Exercise:
Give back, word for word, the lines in the listing below from the one holding "from __future__ import annotations" down to the one holding "assert r.status_code == 403, token", both ends included.

Data extract:
"""Each rule of the workbench's guard (feedcheck/workbench/security.py), one test each."""

from __future__ import annotations

import json

import pytest

from .conftest import BASE, PORT, TOKEN, copy_sample, make_page


def test_no_token_is_refused(page):
    for path in ("/", "/api/state", "/static/app.js", f"/api/state?t={TOKEN}"):
        r = page.client.get(path, base_url=BASE)
        assert r.status_code == 403
        assert r.get_data(as_text=True).startswith("refused:")


def test_wrong_token_is_refused(page):
    for token in (TOKEN[:-1] + "x", TOKEN + "x", TOKEN.upper(), ""):
        r = page.client.get(f"/{token}/api/state", base_url=BASE)
        assert r.status_code == 403, token
    assert page.get("api/state").status_code == 200  # the right one passes


@pytest.mark.parametrize(
    "host",
    [
        "evil.example:48123",
        "127.0.0.1",
        "localhost",
        "127.0.0.1:1",
        "127.0.0.2:48123",
        "0.0.0.0:48123",
        "[::1]:48123",
    ],
)
def test_wrong_host_header_is_refused(page, host):
    """A page of another site whose name points at 127.0.0.1 (DNS rebinding) sends its
    own name in Host."""
    r = page.client.get(f"/{TOKEN}/api/state", base_url=BASE, headers={"Host": host})
    assert r.status_code == 403
    assert "Host" in r.get_data(as_text=True)


def test_localhost_host_header_is_accepted(page):
    r = page.client.get(f"/{TOKEN}/api/state", base_url=f"http://localhost:{PORT}")
    assert r.status_code == 200


def test_foreign_origin_on_post_is_refused(page):
    for origin in ("http://evil.example", f"http://127.0.0.1:{PORT + 1}", "null"):
        r = page.post("api/ping", headers={"Origin": origin})
        assert r.status_code == 403, origin
        assert r.json["error"].startswith("refused")
    assert page.post("api/ping", headers={"Origin": f"http://localhost:{PORT}"}).status_code == 200
    assert page.post("api/ping").status_code == 200  # no Origin: a same-origin fetch


def test_foreign_origin_cannot_save(page, job):
    before = job.read_bytes()
    page.edit({"op": "set", "kind": "run", "index": 0, "key": "length", "value": "9 ft"})
    r = page.post("api/save", headers={"Origin": "http://evil.example"})
    assert r.status_code == 403
    assert job.read_bytes() == before


@pytest.mark.parametrize(
    "content_type", ["text/plain", "application/x-www-form-urlencoded", "multipart/form-data", None]
)
def test_post_not_json_is_refused(page, content_type):
    """A form post from another page (no preflight) cannot reach the API."""
    headers = {"Content-Type": content_type} if content_type else {}
    r = page.client.post(f"/{TOKEN}/api/save", base_url=BASE, data=b"{}", headers=headers)
    assert r.status_code == 415


def test_oversize_body_is_refused(page):
    big = {"rev": 0, "edits": [{"op": "text", "text": "#" * 2_100_000}]}
    r = page.post("api/edit", big)
    assert r.status_code == 413
    assert page.get("api/state").json["rev"] == 0


@pytest.mark.parametrize("body", [b"[1, 2]", b"not json", b'"text"', b"\xff\xfe"])
def test_body_not_a_json_object_is_refused(page, body):
    r = page.client.post(
        f"/{TOKEN}/api/edit", base_url=BASE, data=body, content_type="application/json"
    )
    assert r.status_code == 400
    assert "error" in r.json


def test_other_methods_are_refused(page):
    for method in ("PUT", "DELETE", "PATCH"):
        r = page.client.open(f"/{TOKEN}/api/state", base_url=BASE, method=method)
        assert r.status_code == 405


def test_every_response_carries_the_security_headers(page):
    responses = [
        page.get(""),
        page.get("static/app.js"),
        page.get("api/state"),
        page.get("static/nothing.js"),
        page.client.get("/", base_url=BASE),
        page.post("api/ping", headers={"Origin": "http://evil.example"}),
    ]
    for r in responses:
        assert r.headers["Cache-Control"] == "no-store"
        assert r.headers["X-Content-Type-Options"] == "nosniff"
        csp = r.headers["Content-Security-Policy"]
        assert "script-src 'self'" in csp and "frame-ancestors 'none'" in csp
        assert "unsafe-inline" not in csp


@pytest.mark.parametrize(
    "name",
    [
        "../harbor_kitchen.toml",
        "..%2Fharbor_kitchen.toml",
        "%2e%2e/%2e%2e/etc/passwd",
        "/etc/passwd",
        "harbor_kitchen.toml",
        "LP1.csv",
        "conftest.py",
        ".",
        "sub/app.js",
    ],
)
def test_static_serves_only_the_listed_page_files(page, name):
    r = page.get(f"static/{name}")
    assert r.status_code == 404
    assert page.get("static/app.js").status_code == 200


def test_static_list_is_made_once_at_start(page, static_dir):
    (static_dir / "late.js").write_text("// added after start\n", encoding="utf-8")
    assert page.get("static/late.js").status_code == 404


@pytest.mark.parametrize(
    "name",
    [
        "../harbor_kitchen.toml",
        "harbor_kitchen.toml",
        "LP1.csv",
        "/etc/passwd",
        "..%2F..%2Fetc%2Fpasswd",
        "harbor_kitchen_report.pdf",
    ],
)
def test_download_serves_only_files_this_session_wrote(page, name):
    r = page.get(f"api/download/{name}")
    assert r.status_code == 404
    assert "error" in r.json


@pytest.mark.parametrize(
    "name",
    [
        "../escape.toml",
        "/tmp/escape.toml",
        "sub/x.toml",
        "..\\x.toml",
        "x.toml/",
        "x.txt",
        ".toml",
        "x\x00.toml",
        "",
        None,
        5,
        "harbor_kitchen.toml",
    ],
)
def test_new_job_name_stays_in_the_folder(page, job, name):
    before = sorted(p.name for p in job.parent.iterdir())
    r = page.post("api/new", {"name": name})
    assert r.status_code in (400, 409)
    assert sorted(p.name for p in job.parent.iterdir()) == before
    assert not (job.parent.parent / "escape.toml").exists()


def test_new_job_through_a_link_out_of_the_folder_is_refused(page, job, tmp_path_factory):
    outside = tmp_path_factory.mktemp("outside")
    (job.parent / "link.toml").symlink_to(outside / "target.toml")
    r = page.post("api/new", {"name": "link.toml"})
    assert r.status_code in (400, 409)
    assert not (outside / "target.toml").exists()


def test_schedule_of_a_panel_not_in_the_job_is_refused(page):
    assert page.get("api/schedule?panel=../../etc/passwd").status_code == 404
    r = page.post("api/schedule/save", {"panel": "../LP1"})
    assert r.status_code == 404


HOSTILE = """\
[project]
name = "<script>alert(1)</script>"
site = "__import__('os').system('touch {marker}')"
prepared_by = "{{{{7*7}}}} $(touch {marker}) `touch {marker}`"
"""


def test_the_jobs_values_are_never_executed(tmp_path, static_dir):
    """Values that would run if anything evaluated them come back as text, and nothing
    runs: no marker file appears; the page's policy refuses inline scripts."""
    job = copy_sample(tmp_path)
    marker = tmp_path / "ran"
    text = job.read_text(encoding="utf-8").split("[source]")[1]
    job.write_text(HOSTILE.format(marker=marker) + "\n[source]" + text, encoding="utf-8")
    page = make_page(job, static_dir)
    state = page.get("api/state").json
    project = next(e for e in state["elements"] if e["kind"] == "project")
    assert project["values"]["name"] == "<script>alert(1)</script>"
    assert "__import__" in project["values"]["site"]
    assert state["results"]["valid"]
    r = page.edit(
        {
            "op": "set",
            "kind": "project",
            "index": 0,
            "key": "notes",
            "value": f"__import__('os').system('touch {marker}')",
        }
    )
    assert r.status_code == 200
    page.post("api/save")
    assert not marker.exists()
    assert "script-src 'self'" in page.get("").headers["Content-Security-Policy"]


def test_schedule_cells_that_look_like_formulas_are_saved_as_text(tmp_path, static_dir):
    """An XLSX schedule saved from the grid never holds a formula."""
    import openpyxl

    job = copy_sample(tmp_path)
    wb = openpyxl.Workbook()
    ws = wb.active
    for row in (tmp_path / "LP1.csv").read_text(encoding="utf-8").splitlines():
        ws.append(row.split(","))
    wb.save(tmp_path / "LP1.xlsx")
    job.write_text(job.read_text(encoding="utf-8").replace("LP1.csv", "LP1.xlsx"), "utf-8")
    page = make_page(job, static_dir)
    grid = page.get("api/schedule?panel=LP1").json
    rows = grid["rows"]
    rows[0][1] = '=HYPERLINK("http://evil.example","x")'
    assert (
        page.post(
            "api/schedule", {"panel": "LP1", "columns": grid["columns"], "rows": rows}
        ).status_code
        == 200
    )
    assert page.post("api/schedule/save", {"panel": "LP1"}).status_code == 200
    cell = openpyxl.load_workbook(tmp_path / "LP1.xlsx").worksheets[0]["B2"]
    assert cell.data_type == "s"
    assert cell.value.startswith("=HYPERLINK")


def test_json_error_bodies_for_the_api(page):
    r = page.get("api/nothing")
    assert r.status_code == 404
    assert json.loads(r.get_data(as_text=True))["error"]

Result below:
from __future__ import annotations

import json

import pytest

from .conftest import BASE, PORT, TOKEN, copy_sample, make_page


def test_no_token_is_refused(page):
    for path in ("/", "/api/state", "/static/app.js", f"/api/state?t={TOKEN}"):
        r = page.client.get(path, base_url=BASE)
        assert r.status_code == 403
        assert r.get_data(as_text=True).startswith("refused:")


def test_wrong_token_is_refused(page):
    for token in (TOKEN[:-1] + "x", TOKEN + "x", TOKEN.upper(), ""):
        r = page.client.get(f"/{token}/api/state", base_url=BASE)
        assert r.status_code == 403, token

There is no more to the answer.